While using analytics to combat fraud isn’t as dangerous as leveling the Infinity Stone-fueled powers of Thanos –anticipating fraudulent behavior before it happens can feel daunting, defeating or just plain impossible if you don’t have the right attack plan in place. The good news is there is a path to victory and it starts by evaluating your various transactional data sources.
According to Association of Certified Fraud Examiners, organizations that undertake proactive data analysis techniques experience fraud are 52% less costly and 58% shorter than organizations that do not monitor and analyze data for signs of fraud. As these stats indicate, consolidating your business data will have a significant impact on your efforts to detect, prevent, and eliminate fraud.
Unfortunately, stopping fraud in its tracks isn’t something you can just throw up a “bat signal” to solve (I know that’s a different comic book universe but stay with me). To combat fraud through analytics, you need to look for the solution that best aligns with your department’s unique needs and your strategic corporate objectives. Look for the solution that best ties together all of the stories you are trying to or hope to tell with your data.
Data Cleansing…with the Snap of your Fingers
Before constructing or refining any analytics-based fraud technique, first focus on how your data is being prepared. According to Gartner the average financial impact of poor data quality on organizations is $9.7 million per year.” While cleaning your data is a little more daunting than the snap of your fingers, it’s the most critical step in ensuring you are dealing in facts vs. fiction.
The initial step to a data cleanse is making sure you have made a copy of the original data set. This original data is your infinity gauntlet – everything hinges on this data being safe from corruption as it will power your quest for data perfection. The next step is having a deep understanding of your organization’s data. It’s crucial that the person(s) involved in cleaning your data understands the location, structure and granular details of your data sets. Failing to understand the minutiae can cause confusion around data definitions or worse lead to inaccurate analysis that spreads across your entire corporate universe. One technique to eliminating confusion is by documenting the steps to your clean-up by developing a data dictionary – this will not only help your current team but will be invaluable to the new hires & vendors that may assist you in data processes at a later time. As a follow-on to the initial creation, it’s also important that there you have ongoing iterations of your dictionary, if the dictionary is dated so is your analysis.
The second step to this process is consulting with your analytics users on what they ideally need from analysis. Each department or level of management may have different requirements for what they need from “clean” data, you will want to take their input into consideration especially once you start provisioning reports or dashboards to suit their needs. The other importance of defining needs is it helps establish a process so that you or your team are the key characters involved in analysis and there aren’t supplemental characters being tasked with similar tasks. The worst occurrence is when you’ve expended resources to reevaluate a process or a data source, only to find out another department was doing the same job – you need to possess that analytics stone.
The Hardest Choices Require the Strongest Wills
When it comes to fraud, it attacks your company in three ways: it depletes revenue, it increases your operating expenses and it impacts your overall profitability. But armed with clean data and the right analytics solution in place, you can fight fraud head on and generate a strong ROI on fraud detection.

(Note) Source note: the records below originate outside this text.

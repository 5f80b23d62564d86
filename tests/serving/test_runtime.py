"""The runtime policy is set once at start (service/runtime.py): start-up's objects frozen out of the collector's
sight, a higher first-generation threshold, and the collector never switched off (common practice for long-lived
Python servers; CPython's gc.freeze documentation)."""

import gc
import json
import subprocess
import sys


def test_the_policy_freezes_start_up_and_keeps_the_collector_running():
    code = (
        "import gc, json, service.app, service.serving.runtime as r; service.app.create_app(); r.apply(); "
        "print(json.dumps({**r.describe(), 'enabled': gc.isenabled()}))"
    )
    out = subprocess.run([sys.executable, "-c", code], capture_output=True, text=True, check=True, timeout=120)
    figures = json.loads(out.stdout)
    assert figures["enabled"] is True and figures["frozen_objects"] > 10_000 and figures["threshold_0"] == 50_000


def test_no_request_switches_the_collector(monkeypatch):
    # a body of 256 KiB or more used to hold the collector for its whole worker while it was served (a held upload
    # then stopped collection for every other request): no request may switch it now, however large
    from bench.payload import batch
    from service.app import create_app
    from service.settings import Settings

    client = create_app({"SETTINGS": Settings(batch_limit=2000), "TESTING": True}).test_client()
    body = json.dumps(batch(1000)).encode()
    assert len(body) > 256 * 1024
    calls = []
    monkeypatch.setattr(gc, "disable", lambda: calls.append(True))
    response = client.post("/v1/circuits/check-batch", data=body, content_type="application/json")
    assert response.status_code == 200 and calls == [] and gc.isenabled()
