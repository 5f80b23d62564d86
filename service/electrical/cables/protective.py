"""Protective conductor: k, the adiabatic minimum size and the Table 54.7 alternative.

k comes from the IEC 60364-5-54 Annex A formula (data/protective_k.json); where the case is a
row of BS 7671 Tables 43.1 or 54.2-54.6 the tabulated value is reported as the one to use, so
the answer matches the book, with the formula value beside it.
"""

from __future__ import annotations

from dataclasses import dataclass
from typing import Any

import numpy as np

from service.electrical.column_tools import as_float, finite_or_none, scalar_io, select
from service.electrical.datafiles import core_table
from service.electrical.devices.catalogue import resolve
from service.electrical.errors import ElectricalError, InvalidInput, NoRule
from service.electrical.inputs import DeviceSpec
from service.electrical.results import verdicts
from service.electrical.results.verdicts import Verdict

ARRANGEMENTS = ("in-cable", "separate", "armour", "sheath", "conduit", "bare")
BARE_CONDITIONS = ("visible-restricted", "normal", "fire-risk")
CPC_MATERIALS = ("copper", "aluminium", "steel", "lead")
ADIABATIC_MIN_S = 0.1
ADIABATIC_MAX_S = 5.0


def _table() -> dict:
    return core_table("protective_k")


@scalar_io
def k_formula(material: str, initial_c: Any, final_c: Any) -> np.ndarray:
    """k = sqrt(Qc (beta + 20) / rho20 x ln(1 + (theta_f - theta_i) / (beta + theta_i))).

    IEC 60364-5-54:2011 Annex A, equation A.1, with the material constants of Table A.54.1.
    Units: A s^0.5 / mm2.
    """
    try:
        m = _table()["materials"][material]
    except KeyError:
        raise InvalidInput(
            "material", f"k needs a material among {sorted(_table()['materials'])}, not {material!r}"
        ) from None
    beta, qc, rho = m["beta_c"], m["qc_j_per_c_mm3"], m["rho20_ohm_mm"]
    ti, tf = as_float(initial_c), as_float(final_c)
    return np.sqrt(qc * (beta + 20.0) / rho * np.log(1.0 + (tf - ti) / (beta + ti)))


def k_case(
    material: str, arrangement: str, insulation: str | None, csa_mm2: float, condition: str | None = None
) -> dict[str, Any]:
    """The rule for one protective conductor: temperatures, k by formula and by table, and the table.

    ``arrangement``: ``in-cable`` (a core of a cable, or bunched: Table 54.3, as Table 43.1),
    ``separate`` (not in a cable and not bunched: Table 54.2), ``armour`` or ``sheath`` (Table 54.4),
    ``conduit`` (steel conduit or trunking: Table 54.5), ``bare`` (Table 54.6, by ``condition``).
    """
    if arrangement not in ARRANGEMENTS:
        raise InvalidInput("cpc_arrangement", f"cpc_arrangement is one of {list(ARRANGEMENTS)}, not {arrangement!r}")
    for case in _table()["cases"]:
        if case["arrangement"] != arrangement:
            continue
        if arrangement == "bare":
            if case["condition"] != condition:
                continue
        elif case["insulation"] != insulation:
            continue
        large = csa_mm2 > 300 and "final_c_over_300mm2" in case
        finals = case["final_c_over_300mm2"] if large else case["final_c"]
        tabulated = case["tabulated_k_over_300mm2"] if large else case["tabulated_k"]
        if material not in finals:
            raise NoRule(
                "cpc_material",
                f"no rule for a {material} protective conductor as {arrangement}; materials: {sorted(finals)}",
            )
        formula = float(k_formula(material, case["initial_c"], finals[material]))
        table_k = tabulated.get(material)
        return {
            "initial_c": float(case["initial_c"]),
            "final_c": float(finals[material]),
            "k_formula": formula,
            "k_tabulated": None if table_k is None else float(table_k),
            "k": formula if table_k is None else float(table_k),
            "table": case["table"] + (" (over 300 mm2)" if large else ""),
        }
    if arrangement == "bare":
        raise InvalidInput("bare_condition", f"a bare cpc needs bare_condition, one of {list(BARE_CONDITIONS)}")
    raise NoRule("insulation", f"no rule for a cpc as {arrangement} with {insulation!r} insulation")


@scalar_io
def fault_energy_a2s(current_a: Any, time_s: Any, let_through_a2s: Any = None, data_a2s: Any = None):
    """Energy I^2 t (A^2 s) a conductor must withstand at a fault, and how it was found.

    - 0.1 s < t <= 5 s: I^2 t (the adiabatic equation's range, BS 7671 543.1.3 and 434.5.2): ``adiabatic``.
    - t at or below 0.1 s (or 'at most 0.1 s'): the device's let-through I^2 t where given (``let-through``);
      else the standard's limit for the device (``let-through-data``: an energy-limiting class, a gG fuse's
      operating I2t); else I^2 x 0.1 s, a stated conservative value (``conservative-0.1s``).
    - t above 5 s or no disconnection: NaN (``outside-adiabatic-range``).

    Returns ``(energy_a2s, method)``.
    """
    i = as_float(current_a)
    t = np.broadcast_to(as_float(time_s), i.shape)
    given = np.broadcast_to(as_float(np.nan if let_through_a2s is None else let_through_a2s), i.shape)
    data = np.broadcast_to(as_float(np.nan if data_a2s is None else data_a2s), i.shape)
    short = t <= ADIABATIC_MIN_S
    outside = ~np.isfinite(t) | (t > ADIABATIC_MAX_S)
    has_given, has_data = short & ~np.isnan(given), short & ~np.isnan(data)
    conditions = [outside, has_given, has_data, short]
    energy = select(conditions, [np.nan, given, data, i * i * ADIABATIC_MIN_S], i * i * t)
    method = select(conditions, list(ENERGY_METHODS[1:]), ENERGY_METHODS[0])
    return energy, method.astype(object)


ENERGY_METHODS = ("adiabatic", "outside-adiabatic-range", "let-through", "let-through-data", "conservative-0.1s")
STAND_IN_METHODS = ("let-through-data", "conservative-0.1s")  # limits, not the device's own figure


@scalar_io
def min_csa_mm2(energy_a2s: Any, k: Any) -> np.ndarray:
    """Minimum protective conductor size S = sqrt(I^2 t) / k, mm2 (BS 7671 543.1.3, IEC 60364-5-54 543.1.2)."""
    return np.sqrt(as_float(energy_a2s)) / as_float(k)


def standard_sizes() -> np.ndarray:
    return np.asarray(core_table("standard_sizes")["csa_mm2"], dtype=float)


@scalar_io
def next_standard_size_mm2(csa_mm2: Any) -> np.ndarray:
    """The smallest standard size (IEC 60228) at or above each value; NaN above the largest or for NaN."""
    sizes = standard_sizes()
    csa = as_float(csa_mm2)
    idx = np.searchsorted(sizes, csa * (1 - 1e-12), side="left")
    out = sizes[np.clip(idx, 0, len(sizes) - 1)]
    return np.where((idx >= len(sizes)) | np.isnan(csa), np.nan, out)


@scalar_io
def selection_csa_mm2(line_csa_mm2: Any, k_line: Any = None, k_cpc: Any = None) -> np.ndarray:
    """Protective conductor size by selection, BS 7671:2018 Table 54.7, rounded up to a standard size.

    S <= 16 mm2: S; 16 < S <= 35: 16; S > 35: S/2; a cpc of another material: times k1/k2
    (k1 for the line conductor, k2 for the cpc).
    """
    s = as_float(line_csa_mm2)
    base = np.where(s <= 16, s, np.where(s <= 35, 16.0, s / 2.0))
    if k_line is not None and k_cpc is not None:
        base = base * as_float(k_line) / as_float(k_cpc)
    return next_standard_size_mm2(base)


@scalar_io
def cpc_verdicts(
    csa_mm2: Any, min_csa_mm2: Any, selection_csa_mm2: Any = np.nan
) -> tuple[np.ndarray, np.ndarray, np.ndarray]:
    """Verdict for each protective conductor, and whether it passes by calculation or by selection.

    pass where the cpc is at least sqrt(I^2 t) / k (BS 7671:2018 543.1.3) or at least the Table 54.7 size
    (543.1.4); fail where the calculation applies and neither holds; not-verified where the adiabatic
    equation does not apply (time outside 0.1-5 s) and the selection size is not met.
    Returns ``(verdict, by_calculation, by_selection)``, the verdicts as codes
    (:mod:`service.electrical.results.verdicts`).
    """
    csa = as_float(csa_mm2)
    s_min = np.broadcast_to(as_float(min_csa_mm2), csa.shape)
    selection = np.broadcast_to(as_float(selection_csa_mm2), csa.shape)
    with np.errstate(invalid="ignore"):
        by_calculation = np.isfinite(s_min) & (csa >= s_min * (1 - 1e-9))
        by_selection = np.isfinite(selection) & (csa >= selection)
    verdict = select(
        [by_calculation | by_selection, np.isfinite(s_min)], [verdicts.PASS, verdicts.FAIL], verdicts.NOT_VERIFIED
    )
    return verdict.astype(np.int8), by_calculation, by_selection


@dataclass
class CpcSizing:
    """The answer to 'how large must the cpc be?' for one fault (sizes mm2, energy A^2 s, temperatures degC)."""

    k: float
    k_formula: float
    k_tabulated: float | None
    k_basis: str
    initial_c: float
    final_c: float
    time_s: float | None
    time_bound: str
    energy_a2s: float | None
    energy_basis: str
    min_csa_mm2: float | None
    csa_mm2: float | None
    selection_csa_mm2: float | None
    verdict: Verdict | None
    basis: str


def size_for_fault(
    fault_current_a: float,
    material: str,
    arrangement: str,
    insulation: str | None = None,
    *,
    time_s: float | None = None,
    device: DeviceSpec | None = None,
    bare_condition: str | None = None,
    cpc_csa_mm2: float | None = None,
    line_csa_mm2: float | None = None,
    line_material: str | None = None,
    let_through_a2s: float | None = None,
) -> CpcSizing:
    """k, the minimum cpc S = sqrt(I^2 t) / k and the next standard size, with Table 54.7 and a verdict where asked.

    The time is ``time_s``, or read off ``device`` at the fault current. BS 7671:2018 543.1.3 and 543.1.4;
    k from IEC 60364-5-54 Annex A. Errors name the question's own fields (``material``, ``arrangement``,
    ``device.rating_a`` ...).
    """
    names = {"cpc_material": "material", "cpc_arrangement": "arrangement"}
    try:
        case = k_case(material, arrangement, insulation, cpc_csa_mm2 or line_csa_mm2 or 1.0, bare_condition)
    except ElectricalError as err:
        raise type(err)(names.get(str(err.path[0]), err.path[0]), err.message) from None
    time_s, bound, let_through_a2s = _time_of(fault_current_a, time_s, device, let_through_a2s)
    energy, method = fault_energy_a2s(fault_current_a, time_s, let_through_a2s)
    s_min = finite_or_none(min_csa_mm2(energy, case["k"]))
    selection = None
    if line_csa_mm2 is not None:
        other = line_material or material
        k_line = None if other == material else k_case(other, "in-cable", insulation, line_csa_mm2)["k"]
        selection = finite_or_none(selection_csa_mm2(line_csa_mm2, k_line, None if k_line is None else case["k"]))
    verdict = None
    if cpc_csa_mm2 is not None:
        code = cpc_verdicts(
            cpc_csa_mm2, np.nan if s_min is None else s_min, np.nan if selection is None else selection
        )[0]
        verdict = verdicts.VERDICTS[code]
    return CpcSizing(
        k=case["k"],
        k_formula=case["k_formula"],
        k_tabulated=case["k_tabulated"],
        k_basis=case["table"],
        initial_c=case["initial_c"],
        final_c=case["final_c"],
        time_s=finite_or_none(time_s),
        time_bound=str(bound),
        energy_a2s=finite_or_none(energy),
        energy_basis=str(method),
        min_csa_mm2=s_min,
        csa_mm2=None if s_min is None else finite_or_none(next_standard_size_mm2(s_min)),
        selection_csa_mm2=selection,
        verdict=verdict,
        basis=ADIABATIC_BASIS + ("; Table 54.7 (543.1.4)" if selection is not None else ""),
    )


def _time_of(current_a: float, time_s: float | None, device: DeviceSpec | None, let_through_a2s: float | None):
    """The time (given, or read off the device at the current), its bound, and the let-through energy to use."""
    if device is None:
        return time_s, "given", let_through_a2s
    try:
        time_s, bound = resolve(device).time_at(current_a)
    except ElectricalError as err:
        raise err.within("device") from None
    return time_s, bound, device.let_through_a2s if let_through_a2s is None else let_through_a2s


ADIABATIC_BASIS = "BS 7671:2018 543.1.3, S = sqrt(I^2 t) / k; k from IEC 60364-5-54 Annex A"
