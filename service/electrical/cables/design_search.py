"""The rounds of an installation's design (:mod:`service.electrical.cables.design`): each circuit that fails a rule
a larger size or rating can meet moves up, straight to the size the check's own figures call for where they say."""

from __future__ import annotations

from collections.abc import Mapping
from dataclasses import dataclass, field
from typing import Any

from service.electrical.cables import capacity as cap
from service.electrical.cables.sizing import RULE_CHECKS, RULED_OUT_ORDER, ruled_out_by
from service.electrical.inputs import Circuit
from service.electrical.network.tree import tree_of
from service.electrical.results.circuit_result import CircuitResult
from service.electrical.results.verdicts import Verdict


@dataclass(frozen=True)
class Unknown:
    """What a circuit leaves to the design."""

    rating: bool = False
    line: bool = False
    cpc: bool = False


@dataclass
class Slot:
    """One circuit of the tree with something to choose: its candidates, smallest first, and where it stands."""

    board: int
    index: int
    unknown: Unknown
    ratings: list[float]
    sizes: list[tuple[float, float]]  # (line, cpc) in mm2
    r: int = 0
    s: int = 0
    floor: int = 0  # the smallest size index a rule other than the voltage drop allows
    ruled_out: list[dict[str, Any]] = field(default_factory=list)  # each candidate passed over, with its rule
    said: list[str] = field(default_factory=list)

    @property
    def rating(self) -> float:
        return self.ratings[self.r]

    @property
    def size(self) -> tuple[float, float]:
        return self.sizes[self.s]


TRIED_SIZES_UP = 3  # how far up a feed is tried when the drop is shared
MATERIAL_CORES = {1: 2, 3: 4}  # live conductors a circuit's cable carries: L and N, or three lines and N


def mv_per_a_m(circuit: Circuit, line_csa_mm2: float) -> float | None:
    """The cable's tabulated mV/A/m at a size (BS 7671 Appendix 4 tables), None where the request gives its own."""
    run = circuit.installation
    if run is None or run.voltage_drop_mv_per_a_m is not None:
        return None
    value, _ = cap.voltage_drop_mv_per_a_m(
        run.cable, line_csa_mm2, circuit.phases, run.reactance_mohm_per_m, run.installation_method
    )
    return float(value)


def tabulated_it(circuit: Circuit) -> dict[float, float]:
    """It by line size for the circuit's cable family, method and phases (BS 7671 Appendix 4 tables), A."""
    run = circuit.installation
    return {row.csa_mm2: row.it_a for row in cap.capacities(run.cable, run.installation_method, circuit.phases)}


def _capacity_index(slot: Slot, outcome: CircuitResult, circuit: Circuit) -> int | None:
    """The smallest larger size whose tabulated It, derated as this run derates it, reaches what the overload check
    asked (In, or the ring rule's Iz): the check's own Iz / It gives the derating."""
    o, check = outcome.overload, outcome.check("overload")
    if o["it_a"] in (None, 0) or o["iz_a"] is None or check is None or check.value is None:
        return None
    needed_it = check.value / (o["iz_a"] / o["it_a"])  # Iz >= In (or the ring rule's Iz), It x the derating
    tabulated = tabulated_it(circuit)
    for k in range(slot.s + 1, len(slot.sizes)):
        if tabulated.get(slot.sizes[k][0], 0.0) >= needed_it - 1e-9:
            return k
    return None


def drop_index(slot: Slot, circuit: Circuit, circuit_percent: float, allowed_percent: float) -> int | None:
    """The smallest size from the slot's floor whose own drop fits in what the limit leaves: the drop scales with
    the table's mV/A/m (Ib and the length are the circuit's)."""
    now = mv_per_a_m(circuit, slot.size[0])
    if now is None or circuit_percent <= 0 or allowed_percent <= 0:
        return None
    for k in range(slot.floor, len(slot.sizes)):
        if circuit_percent * mv_per_a_m(circuit, slot.sizes[k][0]) / now <= allowed_percent + 1e-9:
            return k
    return None


def _next_index(slot: Slot, rule: str, outcome: CircuitResult, circuit: Circuit) -> int | None:
    if rule == "capacity":
        found = _capacity_index(slot, outcome, circuit)
    elif rule == "voltage-drop":
        vd = outcome.voltage_drop
        allowed = vd["limit_percent"] - vd["upstream_percent"]
        found = drop_index(slot, circuit, vd["circuit_percent"], allowed)
    else:
        found = None
    if found is not None and found > slot.s:
        return found
    return slot.s + 1 if slot.s + 1 < len(slot.sizes) else None


def _passed_over(slot: Slot, rule: str, value: Any, limit: Any, unit: Any, upto: int) -> None:
    """Each size passed over, with the rule that ruled it out and the figures of the one the check judged."""
    for k in range(slot.s, upto):
        line, cpc = slot.sizes[k]
        judged = k == slot.s
        slot.ruled_out.append({
            "rating_a": slot.rating, "line_csa_mm2": line, "cpc_csa_mm2": cpc, "check": rule,
            "value": value if judged else None, "limit": limit if judged else None, "unit": unit,
            "judged": "checked" if judged else "passed over: a smaller size than one the check's figures rule out",
        })  # fmt: skip


def blocking(outcome: CircuitResult) -> tuple[str | None, Any, Any, Any]:
    """The first rule a size or a rating can meet that the circuit fails, in the order sizing tries them, with its
    figures; a check that is only not-verified (a fact not stated, data that cannot show it) moves nothing."""
    return ruled_out_by(outcome, lenient=frozenset(RULED_OUT_ORDER))


def move_up(slot: Slot, outcome: CircuitResult, circuit: Circuit) -> str | None:
    """The slot's next size for the rule its circuit fails, or None where its sizes cannot help (none left, or not
    the design's to choose). Returns the rule."""
    rule, value, limit, unit = blocking(outcome)
    if rule is None or not (slot.unknown.line or slot.unknown.cpc):
        return None
    k = _next_index(slot, rule, outcome, circuit)
    if k is None:
        return None
    _passed_over(slot, rule, value, limit, unit, k)
    slot.s = k
    if rule != "voltage-drop":
        slot.floor = max(slot.floor, k)
    return rule


def rating_up(slot: Slot, why: str) -> bool:
    """The slot's next standard rating (selectivity with the devices below, or a load above the first one)."""
    if not slot.unknown.rating or slot.r + 1 >= len(slot.ratings):
        return False
    slot.ruled_out.append({"rating_a": slot.rating, "line_csa_mm2": slot.size[0], "cpc_csa_mm2": slot.size[1],
                           "check": why, "value": None, "limit": None, "unit": None, "judged": "checked"})  # fmt: skip
    slot.r += 1
    return True


def failing(outcomes: Mapping[tuple[int, int], Any]) -> list[tuple[tuple[int, int], CircuitResult]]:
    """The circuits that fail a check, or whose required selectivity is not shown, in the tree's order (any other
    not-verified check is not the design's to mend: the fact it names is)."""
    return [
        (k, o)
        for k, o in outcomes.items()
        if isinstance(o, CircuitResult) and (o.verdict == Verdict.FAIL or selectivity_fails(o))
    ]


def selectivity_fails(outcome: CircuitResult) -> bool:
    """Selectivity the board requires and the data do not show (it fails, or it cannot be shown: a larger device
    above may show it)."""
    check = outcome.check("selectivity")
    return check is not None and check.verdict != Verdict.PASS and check.check in outcome.verdict_scope["covered"]


def material_mm2_m(circuit: Circuit, line: float, cpc: float) -> float:
    """Copper (or aluminium) in the run, mm2 x m: the live conductors and the cpc over the length (a ring's whole
    length, cables in parallel each), the measure the design keeps least where no prices are given."""
    c = circuit.conductors
    cores = MATERIAL_CORES.get(circuit.phases, 2)
    return (cores * line + cpc) * c.length_m * c.parallel_cables


def _subtree(tree: Any, board: int) -> set[int]:
    out, todo = set(), [board]
    while todo:
        b = todo.pop()
        out.add(b)
        todo += tree.children(b)
    return out


def _gain_of(feed: Slot, circuit: Circuit, own_percent: float, k: int) -> float:
    """How much of the drop from the origin a feed at size ``k`` frees for everything below it, %."""
    now, then = mv_per_a_m(circuit, feed.size[0]), mv_per_a_m(circuit, feed.sizes[k][0])
    return own_percent * (1 - then / now) if now and then else 0.0


def _shrunk(under: list, outcomes: Mapping, circuits: Mapping, gain: float) -> dict:
    """The size each circuit below could take with ``gain`` more of the drop left to it (only smaller ones)."""
    out = {}
    for key, slot in under:
        vd = outcomes[key].voltage_drop
        allowed = vd["limit_percent"] - vd["upstream_percent"] + gain
        k = drop_index(slot, circuits[key], vd["circuit_percent"], allowed)
        if k is not None and k < slot.s:
            out[key] = k
    return out


def share_drop(inst: Any, slots: dict, feeds: dict, outcomes: Mapping, cost: Any) -> list[dict[str, Any]]:
    """Each feed tried up to three sizes up, top-down: the circuits below it whose size the voltage drop set may
    then stay smaller; the change that saves the most is kept. Returns each trade: the feed, the size it had, the
    sizes the circuits below had, and what was traded, in words."""
    tree, said = tree_of(inst), []
    circuits = {key: inst.boards[key[0]].circuits[key[1]] for key in slots}
    for b in tree.order:
        feed = slots.get(feeds.get(b))
        outcome = outcomes.get(feeds.get(b))
        if feed is None or not feed.unknown.line or not isinstance(outcome, CircuitResult):
            continue
        below = _subtree(tree, b)
        under = [(k, s) for k, s in slots.items() if s.board in below and s.unknown.line and s.s > s.floor
                 and isinstance(outcomes.get(k), CircuitResult)]  # fmt: skip
        fc = circuits[feeds[b]]
        base = cost(fc, *feed.size) + sum(cost(circuits[k], *s.size) for k, s in under)
        best = (1e-9, None, {})
        for k in range(feed.s + 1, min(feed.s + 1 + TRIED_SIZES_UP, len(feed.sizes))):
            new = _shrunk(under, outcomes, circuits, _gain_of(feed, fc, outcome.voltage_drop["circuit_percent"], k))
            total = cost(fc, *feed.sizes[k]) + sum(cost(circuits[q], *s.sizes[new.get(q, s.s)]) for q, s in under)
            if base - total > best[0]:
                best = (base - total, k, new)
        if best[1] is not None:
            trade = {"feed": feeds[b], "was": feed.s, "shrunk": {key: slots[key].s for key in best[2]}}
            trade["said"] = _traded(inst, b, feed.size[0], feed.sizes[best[1]][0], best, fc)
            feed.s = best[1]
            for key, k in best[2].items():
                slots[key].s = k
            said.append(trade)
    return said


def _traded(inst: Any, b: int, old: float, line: float, best: tuple, circuit: Circuit) -> str:
    saving, _, new = best
    return (
        f"Board {inst.boards[b].id}: its feed {circuit.id or ''} at {line:g} mm2 instead of {old:g} mm2 leaves "
        f"more of the voltage drop to the circuits below, and {len(new)} of them "
        f"{'stays' if len(new) == 1 else 'stay'} smaller: {saving:,.0f} less in all"
    )


CABLE_CHECKS = tuple(RULE_CHECKS.get(name, name) for name in RULED_OUT_ORDER)
RANK = {Verdict.PASS: 0, Verdict.NOT_VERIFIED: 1, Verdict.FAIL: 2}


def standing(outcome: Any) -> dict[str, int]:
    """How each check a size answers for stands (0 pass, 1 not-verified, 2 fail)."""
    if not isinstance(outcome, CircuitResult):
        return {}
    return {c.check: RANK[c.verdict] for c in outcome.checks if c.check in CABLE_CHECKS}


def kept_worse(slots: dict, trades: list[dict[str, Any]], before: dict, outcomes: Mapping) -> bool:
    """After the drop was shared: a trade whose smaller circuits now stand worse than they did (a cpc that passed is
    not-verified at the smaller size, say) is undone, the feed and the circuits below back to their sizes, and
    dropped from ``trades``. Whether any was undone."""
    undone = [
        trade
        for trade in trades
        if any(
            any(standing(outcomes.get(key)).get(name, 0) > rank for name, rank in before.get(key, {}).items())
            for key in trade["shrunk"]
        )
    ]
    for trade in undone:
        slots[trade["feed"]].s = trade["was"]
        for key, size in trade["shrunk"].items():
            slots[key].s = size
        trades.remove(trade)
    return bool(undone)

With the right anti-fraud solution in place your investigators with be able to drive operational efficiency and decrease labor costs. Benefits of having the right fraud battle plan in place include the following:
- Detecting incidents of potential fraud by using risk indexes to improve investigative precision and reduce the likelihood of false positives.
- Optimizing the allocation of resources by quickly prioritizing the investigations with the largest impact on revenue through real-time alerting on potentially fraudulent transactions happening at the register or within the walls of your organization.
- Improving collaboration between your investigators and management by having one centralized source of truth to review. This helps cut down on “going with the gut” initiatives and helps make better informed decisions ultimately increasing the efficiency and effectiveness of your team of investigators.
The End is Near
To effectively communicate the results of your fraud analysis, you need to be able to visualize it. While a simple .CSV output may get the job done amongst your team, it’s important to be armed with the ability to deliver the “truth & beauty” of your analysis. Visualizing your findings helps amplify your message in order for the layman (or the busy Executive) to see the impact of your fraud investigations. By giving them clear comparative visuals, it’s easy for leaders within your team and organization to make quicker decisions too. And the final benefit of being able to visualize your findings is allowing the data tell the story – unbiased and sometimes even ugly – it’s important that your team is highlighting the reality behind your investigations.
Anti-fraud analytics are incredibly powerful and can have drastic consequences across your enterprise – whether they’re positive or negative is up to you. A poor analytics game plan can taint your decision-making and water down the impact your investigators have on your business. But when applied correctly, clean data and powerful visualizations can help avenge your business and take down threats of fraud...and Thanos too, but only if he was committing some type of fraud.